Das Kind mit dem Auto direkt bis vor die Schule fahren? Das kann gefährlich werden. Und eigentlich sollte es auch nicht notwendig sein. 

Vor ein paar Tagen ging der Fall an einer Friedrichshainer Grundschule durch die Medien: Ein Vater wollte seine Tochter mit dem Auto direkt vor der Tür der Grundschule absetzten. Eine Polizeistreife forderte ihn auf, woanders zu parken. Der Vater weigerte sich. Der Vorfall endete in einer Prügelei, vor den Augen der Tochter. Beide Seiten stellten Strafanzeige wegen Körperverletzung.

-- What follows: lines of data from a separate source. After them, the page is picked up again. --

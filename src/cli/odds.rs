//! `oddsboard odds FILE`: the odds of the placement on the ground, per task
//! (grouped by tier) and, with `--traits`, per trait; `--json` prints the
//! document of SPEC §5.

use super::CliResult;
use super::input::load_state;
use super::render::{TableOptions, footer, task_table};
use crate::odds::view::odds_view;
use std::path::PathBuf;

#[derive(Debug, clap::Args)]
pub struct Args {
    /// Incident file or log (a log is read to its end).
    pub file: PathBuf,
    /// Show one line per trait under each task.
    #[arg(long)]
    pub traits: bool,
    /// Print one JSON document (placement, tasks, min_odds, worst_by_tier)
    /// instead of the table.
    #[arg(long)]
    pub json: bool,
}

pub fn run(args: Args) -> CliResult {
    let incident = load_state(&args.file)?;
    let view = odds_view(&incident, &incident.placement);
    if args.json {
        super::json::print_pretty(&view)?;
        return Ok(());
    }
    let placed = view.placement.values().filter(|t| t.is_some()).count();
    let mut out = format!(
        "{}: odds of the placement on the ground ({} of {} units placed, {} open tasks)\n\n",
        incident.name,
        placed,
        view.placement.len(),
        view.tasks.len()
    );
    if view.tasks.is_empty() {
        out.push_str("No open tasks.\n\n");
    }
    out.push_str(&task_table(
        &view.tasks,
        &view.worst_by_tier,
        TableOptions {
            traits: args.traits,
        },
    ));
    out.push_str(&footer(&view.tasks));
    print!("{out}");
    Ok(())
}
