//! `oddsboard watch`: the duty officer's read-only dashboard, following the
//! records others append to a live log (polled every 250 ms).

use super::CliResult;
use super::dash::state_from_records;
use crate::log::read_log;
use crate::tui::app::Mode;
use crate::tui::launch::{Launch, run as launch};
use crate::tui::planner::NotesAdvisor;
use crate::tui::theme::Theme;
use std::path::PathBuf;
use std::sync::Arc;

#[derive(Debug, clap::Args)]
pub struct Args {
    /// The log to follow.
    pub log: PathBuf,
}

pub fn run(args: Args) -> CliResult {
    let contents = read_log(&args.log)?;
    if let Some(t) = &contents.torn_tail {
        eprintln!(
            "warning: {}:{}",
            args.log.display(),
            crate::clean::clean(&t.to_string())
        );
    }
    let state = state_from_records(Mode::Watch, &contents.records, Theme::from_env())?;
    launch(
        state,
        Launch {
            planner: None,
            // Read-only advice: computed in memory, nothing written.
            advisor: Some(Arc::new(NotesAdvisor::default())),
            log: None,
            follow: Some((args.log, contents.end_offset)),
        },
    )
}
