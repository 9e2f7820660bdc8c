//! Plain-text tables shared by the commands that print task odds (`odds`,
//! `plan`, `simulate`): amounts and margins, the task table grouped by tier,
//! contextual safety notes and the standing caution. Odds are written by
//! [`crate::odds::text`], the one formatter of every text output.
//!
//! Everything here takes the serializable views of [`crate::odds::view`], so
//! the text and the JSON of a command always show the same numbers.

use crate::model::Tier;
use crate::odds::text::{pct, pct_detail};
use crate::odds::view::{TaskView, TierWorst};
use crate::safety;
use std::fmt::Write as _;

/// What the task table shows.
#[derive(Debug, Clone, Copy, Default)]
pub struct TableOptions {
    /// Add one line per counting trait under each task (default off).
    pub traits: bool,
}

/// The tier's name as the trade says it.
pub fn tier_title(tier: Tier) -> &'static str {
    match tier {
        Tier::Life => "Life safety",
        Tier::Stabilization => "Incident stabilization",
        Tier::Property => "Property conservation",
    }
}

/// Minus sign for display (U+2212 reads better than a hyphen in tables).
const MINUS: char = '\u{2212}';

fn signed(text: String) -> String {
    match text.strip_prefix('-') {
        Some(rest) => format!("{MINUS}{rest}"),
        None => text,
    }
}

/// An amount in a trait's unit with a sensible number of decimals.
pub fn format_amount(x: f64) -> String {
    // Adding 0.0 turns −0 into +0, which must not print as "−0".
    let x = x + 0.0;
    let a = x.abs();
    let text = if a >= 100.0 || a == 0.0 {
        format!("{x:.0}")
    } else if a >= 10.0 {
        format!("{x:.1}")
    } else {
        format!("{x:.2}")
    };
    signed(text)
}

/// Surplus or shortfall in the trait's own unit, e.g. `−450 L/min short`.
pub fn format_margin(margin: f64, unit: &str) -> String {
    let amount = format_amount(margin.abs());
    if margin < 0.0 {
        format!("{MINUS}{amount} {unit} short")
    } else {
        format!("+{amount} {unit} spare")
    }
}

/// z with its sign, or `∞` for a certain trait.
pub fn format_z(z: Option<f64>, margin: f64) -> String {
    match z {
        Some(z) => signed(format!("{z:+.2}")),
        None if margin >= 0.0 => "+∞".to_string(),
        None => format!("{MINUS}∞"),
    }
}

/// Regime in words (never colour alone: SPEC §7).
pub fn regime_words(regime: Option<&str>) -> &'static str {
    match regime {
        Some("hedge") => "hedge",
        Some("gamble") => "GAMBLE",
        _ => "-",
    }
}

/// Rows of cells laid out in aligned columns (right-aligned where asked).
pub struct Columns {
    rows: Vec<Vec<String>>,
    right: Vec<bool>,
}

impl Columns {
    pub fn new(header: &[&str], right: &[bool]) -> Self {
        Columns {
            rows: vec![header.iter().map(|s| s.to_string()).collect()],
            right: right.to_vec(),
        }
    }
    pub fn push(&mut self, row: Vec<String>) {
        self.rows.push(row);
    }
    /// The table, each line indented by `indent` spaces.
    pub fn render(&self, indent: usize) -> String {
        let n = self.rows.iter().map(Vec::len).max().unwrap_or(0);
        let mut widths = vec![0; n];
        for row in &self.rows {
            for (i, cell) in row.iter().enumerate() {
                widths[i] = widths[i].max(cell.chars().count());
            }
        }
        let mut out = String::new();
        for row in &self.rows {
            let mut line = " ".repeat(indent);
            for (i, cell) in row.iter().enumerate() {
                let pad = widths[i] - cell.chars().count();
                let last = i + 1 == row.len();
                if self.right.get(i).copied().unwrap_or(false) {
                    line.push_str(&" ".repeat(pad));
                    line.push_str(cell);
                } else {
                    line.push_str(cell);
                    if !last {
                        line.push_str(&" ".repeat(pad));
                    }
                }
                if !last {
                    line.push_str("  ");
                }
            }
            out.push_str(line.trim_end());
            out.push('\n');
        }
        out
    }
}

fn binding_cells(t: &TaskView) -> (String, String, String) {
    let Some(b) = t.binding() else {
        return ("-".into(), "-".into(), "no needs".into());
    };
    let margin = match t.forced_zero {
        Some("no_units") => "no units placed".to_string(),
        Some("below_minimum") => "below minimum units".to_string(),
        _ => format_margin(b.margin, &b.unit),
    };
    // A task forced to 0 shows the task's z (−∞), not the trait's.
    let z = if t.forced_zero.is_some() {
        format!("{MINUS}∞")
    } else {
        format_z(b.z, b.margin)
    };
    (b.trait_id.clone(), z, margin)
}

/// Unit ids, the first few only when many (the JSON carries them all).
pub fn unit_list(units: &[String]) -> String {
    const SHOWN: usize = 6;
    if units.is_empty() {
        "-".to_string()
    } else if units.len() <= SHOWN + 1 {
        units.join(" ")
    } else {
        format!("{} +{} more", units[..SHOWN].join(" "), units.len() - SHOWN)
    }
}

fn shorten(s: &str, max: usize) -> String {
    if s.chars().count() <= max {
        s.to_string()
    } else {
        let mut out: String = s.chars().take(max - 1).collect();
        out.push('…');
        out
    }
}

/// The task table grouped by tier (highest first), with a worst-odds line per
/// tier. `worst` comes from [`crate::odds::view::worst_by_tier`].
pub fn task_table(tasks: &[TaskView], worst: &[TierWorst], opts: TableOptions) -> String {
    let mut out = String::new();
    for tier in Tier::ALL {
        let in_tier: Vec<&TaskView> = tasks.iter().filter(|t| t.tier() == tier).collect();
        if in_tier.is_empty() {
            continue;
        }
        let secure = worst.iter().find(|w| w.tier == tier.as_str());
        let _ = write!(out, "{}", tier_title(tier));
        if let Some(w) = secure {
            let _ = write!(out, " (secure at {})", pct(w.secure));
        }
        out.push('\n');
        let mut cols = Columns::new(
            &[
                "Task", "Label", "Odds", "Regime", "Binding", "z", "Margin", "Units",
            ],
            &[false, false, true, false, false, true, false, false],
        );
        for t in &in_tier {
            let (binding, z, margin) = binding_cells(t);
            let units = unit_list(&t.units);
            cols.push(vec![
                t.id.clone(),
                shorten(&crate::clean::clean(&t.label), 28),
                pct_detail(t.ln_odds, t.ln_fail),
                regime_words(t.regime).to_string(),
                binding,
                z,
                margin,
                units,
            ]);
            if opts.traits {
                for tr in &t.traits {
                    let need = if tr.need_sd > 0.0 {
                        format!(
                            "need {} ± {} {}",
                            format_amount(tr.need),
                            format_amount(tr.need_sd),
                            tr.unit
                        )
                    } else {
                        format!("need {} {}", format_amount(tr.need), tr.unit)
                    };
                    cols.push(vec![
                        String::new(),
                        format!(
                            "· {}: {} ± {}",
                            tr.trait_id,
                            format_amount(tr.mean),
                            format_amount(tr.sd)
                        ),
                        pct_detail(tr.ln_odds, tr.ln_fail),
                        String::new(),
                        need,
                        format_z(tr.z, tr.margin),
                        format_margin(tr.margin, &tr.unit),
                        String::new(),
                    ]);
                }
            }
        }
        out.push_str(&cols.render(2));
        if let Some(w) = secure {
            let _ = writeln!(
                out,
                "  worst in {}: {} at {}",
                tier.as_str(),
                w.task,
                pct_detail(w.ln_odds, tasks_ln_fail(tasks, &w.task))
            );
        }
        out.push('\n');
    }
    out
}

fn tasks_ln_fail(tasks: &[TaskView], id: &str) -> Option<f64> {
    tasks.iter().find(|t| t.id == id).and_then(|t| t.ln_fail)
}

/// What hedge and gamble mean, for the foot of a table.
pub const REGIME_LEGEND: &str = "\
hedge: expected capability meets the need; spread only lowers the odds, so steady units protect the task.
GAMBLE: expected capability falls short; only a lucky draw meets the need. Request more resources.";

/// Contextual safety notes (SPEC §8) for the tasks shown.
pub fn safety_notes(tasks: &[TaskView]) -> Vec<String> {
    let mut notes = Vec::new();
    for t in tasks {
        if t.tier() == Tier::Life && t.regime == Some("gamble") {
            notes.push(safety::life_gamble(&t.id, safety::When::Now, ""));
        }
        match t.forced_zero {
            Some("no_units") => notes.push(safety::no_units(&t.id)),
            Some("below_minimum") => notes.push(safety::below_minimum(&t.id, None)),
            _ => {}
        }
    }
    notes
}

/// Wraps `text` at `width` columns, each line prefixed by `indent`.
pub fn wrap(text: &str, width: usize, indent: &str) -> String {
    let mut out = String::new();
    let mut line = String::new();
    for word in text.split_whitespace() {
        if !line.is_empty() && line.chars().count() + 1 + word.chars().count() > width {
            out.push_str(indent);
            out.push_str(&line);
            out.push('\n');
            line.clear();
        }
        if !line.is_empty() {
            line.push(' ');
        }
        line.push_str(word);
    }
    if !line.is_empty() {
        out.push_str(indent);
        out.push_str(&line);
        out.push('\n');
    }
    out
}

/// The standing caution, wrapped for the foot of a text output.
pub fn caution_text() -> String {
    wrap(&format!("Caution: {}", safety::standing_caution()), 78, "")
}

/// The foot of every text report: notes, the regime legend and the caution.
pub fn footer(tasks: &[TaskView]) -> String {
    let mut out = String::new();
    let notes = safety_notes(tasks);
    if !notes.is_empty() {
        out.push_str("Notes:\n");
        for n in notes {
            out.push_str(&wrap(&n, 76, "  ! "));
        }
        out.push('\n');
    }
    for line in REGIME_LEGEND.lines() {
        out.push_str(&wrap(line, 78, ""));
    }
    out.push('\n');
    out.push_str(&caution_text());
    out
}

#[cfg(test)]
mod tests {
    use super::*;

    #[test]
    fn margins_in_the_traits_unit() {
        assert_eq!(format_margin(-450.0, "L/min"), "\u{2212}450 L/min short");
        assert_eq!(format_margin(2.5, "t"), "+2.50 t spare");
        assert_eq!(format_z(None, 1.0), "+∞");
        assert_eq!(format_z(Some(-1.234), 1.0), "\u{2212}1.23");
    }

    #[test]
    fn columns_align() {
        let mut c = Columns::new(&["a", "n"], &[false, true]);
        c.push(vec!["long".into(), "1".into()]);
        assert_eq!(c.render(0), "a     n\nlong  1\n");
    }
}
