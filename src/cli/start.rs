//! `oddsboard start FILE --log LOG`: creates a log whose first record is the
//! incident in FILE. Never overwrites.

use super::CliResult;
use super::input::{actor, load_state};
use crate::log::LogWriter;
use std::path::PathBuf;

#[derive(Debug, clap::Args)]
pub struct Args {
    /// Incident file (or a log: its state at the end starts the new log).
    pub file: PathBuf,
    /// The log to create; refused if it exists.
    #[arg(long)]
    pub log: PathBuf,
    /// Who opens the log (default: $USER, else "operator").
    #[arg(long)]
    pub by: Option<String>,
    /// Stamp the opening record with this time (RFC 3339) instead of now,
    /// for recording a drill or an exercise after the fact.
    #[arg(long, value_name = "RFC3339", value_parser = super::record::parse_at)]
    pub at: Option<chrono::DateTime<chrono::Utc>>,
    /// Print what was created as one JSON document.
    #[arg(long)]
    pub json: bool,
}

pub fn run(args: Args) -> CliResult {
    let incident = load_state(&args.file)?;
    let by = actor(args.by);
    let mut writer = LogWriter::create_at(&args.log, &incident, &by, args.at)?;
    // A snapshot holds ratings, not readings (docs/model.md): the field
    // readings follow it as `observed` records, each with the sd it was
    // weighed with, so the new log's odds start where the old one's ended.
    let left_out = match carry_readings(&mut writer, &incident, &by, args.at) {
        Ok(n) => n,
        Err(e) => {
            // Nothing half-written stays behind: the log was created just now.
            drop(writer);
            let _ = std::fs::remove_file(&args.log);
            return Err(e.into());
        }
    };
    if left_out > 0 {
        let readings = if left_out == 1 { "reading" } else { "readings" };
        eprintln!(
            "note: {left_out} field {readings} of units since lost do not carry into the new log (the snapshot has no lost units); their type-mates' estimates move less than in {}",
            args.file.display()
        );
    }
    let s = writer.state();
    if args.json {
        let v = serde_json::json!({
            "log": args.log.display().to_string(),
            "seq": writer.last_seq(),
            "readings_carried": writer.last_seq() - 1,
            "incident": s.name,
            "units": s.roster_len(),
            "tasks": s.tasks.len(),
        });
        println!("{v}");
        return Ok(());
    }
    let carried = writer.last_seq() - 1;
    let then = match carried {
        0 => String::new(),
        1 => ", then its 1 field reading".to_string(),
        n => format!(", then its {n} field readings"),
    };
    println!(
        "started {}: seq 1, incident snapshot of {} ({} units, {} tasks){then}",
        args.log.display(),
        crate::clean::clean(&s.name),
        s.roster_len(),
        s.tasks.len()
    );
    Ok(())
}

/// Appends one `observed` record per reading of `incident`, in the order
/// they were applied; returns how many readings of lost units were left
/// out (a snapshot has no lost units to name).
fn carry_readings(
    writer: &mut LogWriter,
    incident: &crate::model::Incident,
    by: &str,
    at: Option<chrono::DateTime<chrono::Utc>>,
) -> Result<usize, crate::log::LogError> {
    let mut left_out = 0;
    for r in incident.observations.readings() {
        if incident.units[r.unit].is_lost() {
            left_out += 1;
            continue;
        }
        let event = crate::log::Event::Observed {
            unit: incident.units[r.unit].id.clone(),
            trait_id: incident.traits[r.trait_idx].id.clone(),
            value: r.value,
            sd: Some(r.sd),
        };
        writer.append_at(by, event, at)?;
    }
    Ok(left_out)
}
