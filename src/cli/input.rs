//! Reading the state a command works on: an incident file (YAML) or a log
//! (the state at its end).

use crate::model::{Incident, load_incident_file};
use std::path::Path;

/// True when `path` looks like an incident log rather than an incident file.
pub fn looks_like_log(_path: &Path) -> bool {
    // TODO(log): a log is JSON lines whose first record carries `seq`.
    false
}

/// Loads an incident file, or a log's state at its end. Errors carry the
/// located diagnostics, one per line.
pub fn load_state(path: &Path) -> anyhow::Result<Incident> {
    // TODO(log): detect a log and fold it.
    Ok(load_incident_file(path)?)
}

Doch nicht nur aus diesem Grund können so genannte Eltern-Taxis gefährlich sein. Gerade in der hektischen Zeit früh morgens auf dem Weg zur Arbeit werden so auch die anderen Kinder gefährdet, die ebenfalls zur Schule gehen. Viel sicherer ist es, sein Kind in einiger Entfernung zur Schule auf einem legalen Parkplatz aussteigen zu lassen, wenn man es überhaupt mit dem Auto zur Schule bringen muss. So kann es den Rest des Weges allein oder mit Freunden gehen. An vielen Schulen kämpfen auch die Schülerinnen und Schüler gegen das morgendliche Chaos vor der Schule. So werden zum Beispiel "Kiss and Go"-Parkplätze eingerichtet, wo man sein Kind morgens sicher aussteigen lassen kann. Oder Eltern organisieren eine " Laufbus-Haltestelle", wo sich die Kinder morgens treffen und dann (mit oder ohne Begleitung eines Elternteils) gemeinsam zu Fuß zur Schule gehen. 

Rein rechtlich sollten "Eltern-Taxis" ohnehin nicht notwendig sein. Nach dem Schulgesetz gilt der Grundsatz der altersangemessenen Schulwege ("kurze Beine, kurze Wege"). Die Einschulungsbereiche von Grundschulen müssen so geschnitten sein, dass das Kind nach einer kurzen Eingewöhnungsphase den Weg zur Schule sicher und allein zu Fuß bewältigen kann. Als grobe Faustregel dafür gelten bis zu 1000 Meter. Eine feste Grenze ist das jedoch nicht, sondern es kommt immer auf den Einzelfall an, ob etwa große Hauptstraßen gekreuzt werden müssen oder der Weg nur durch Nebenstraßen führt.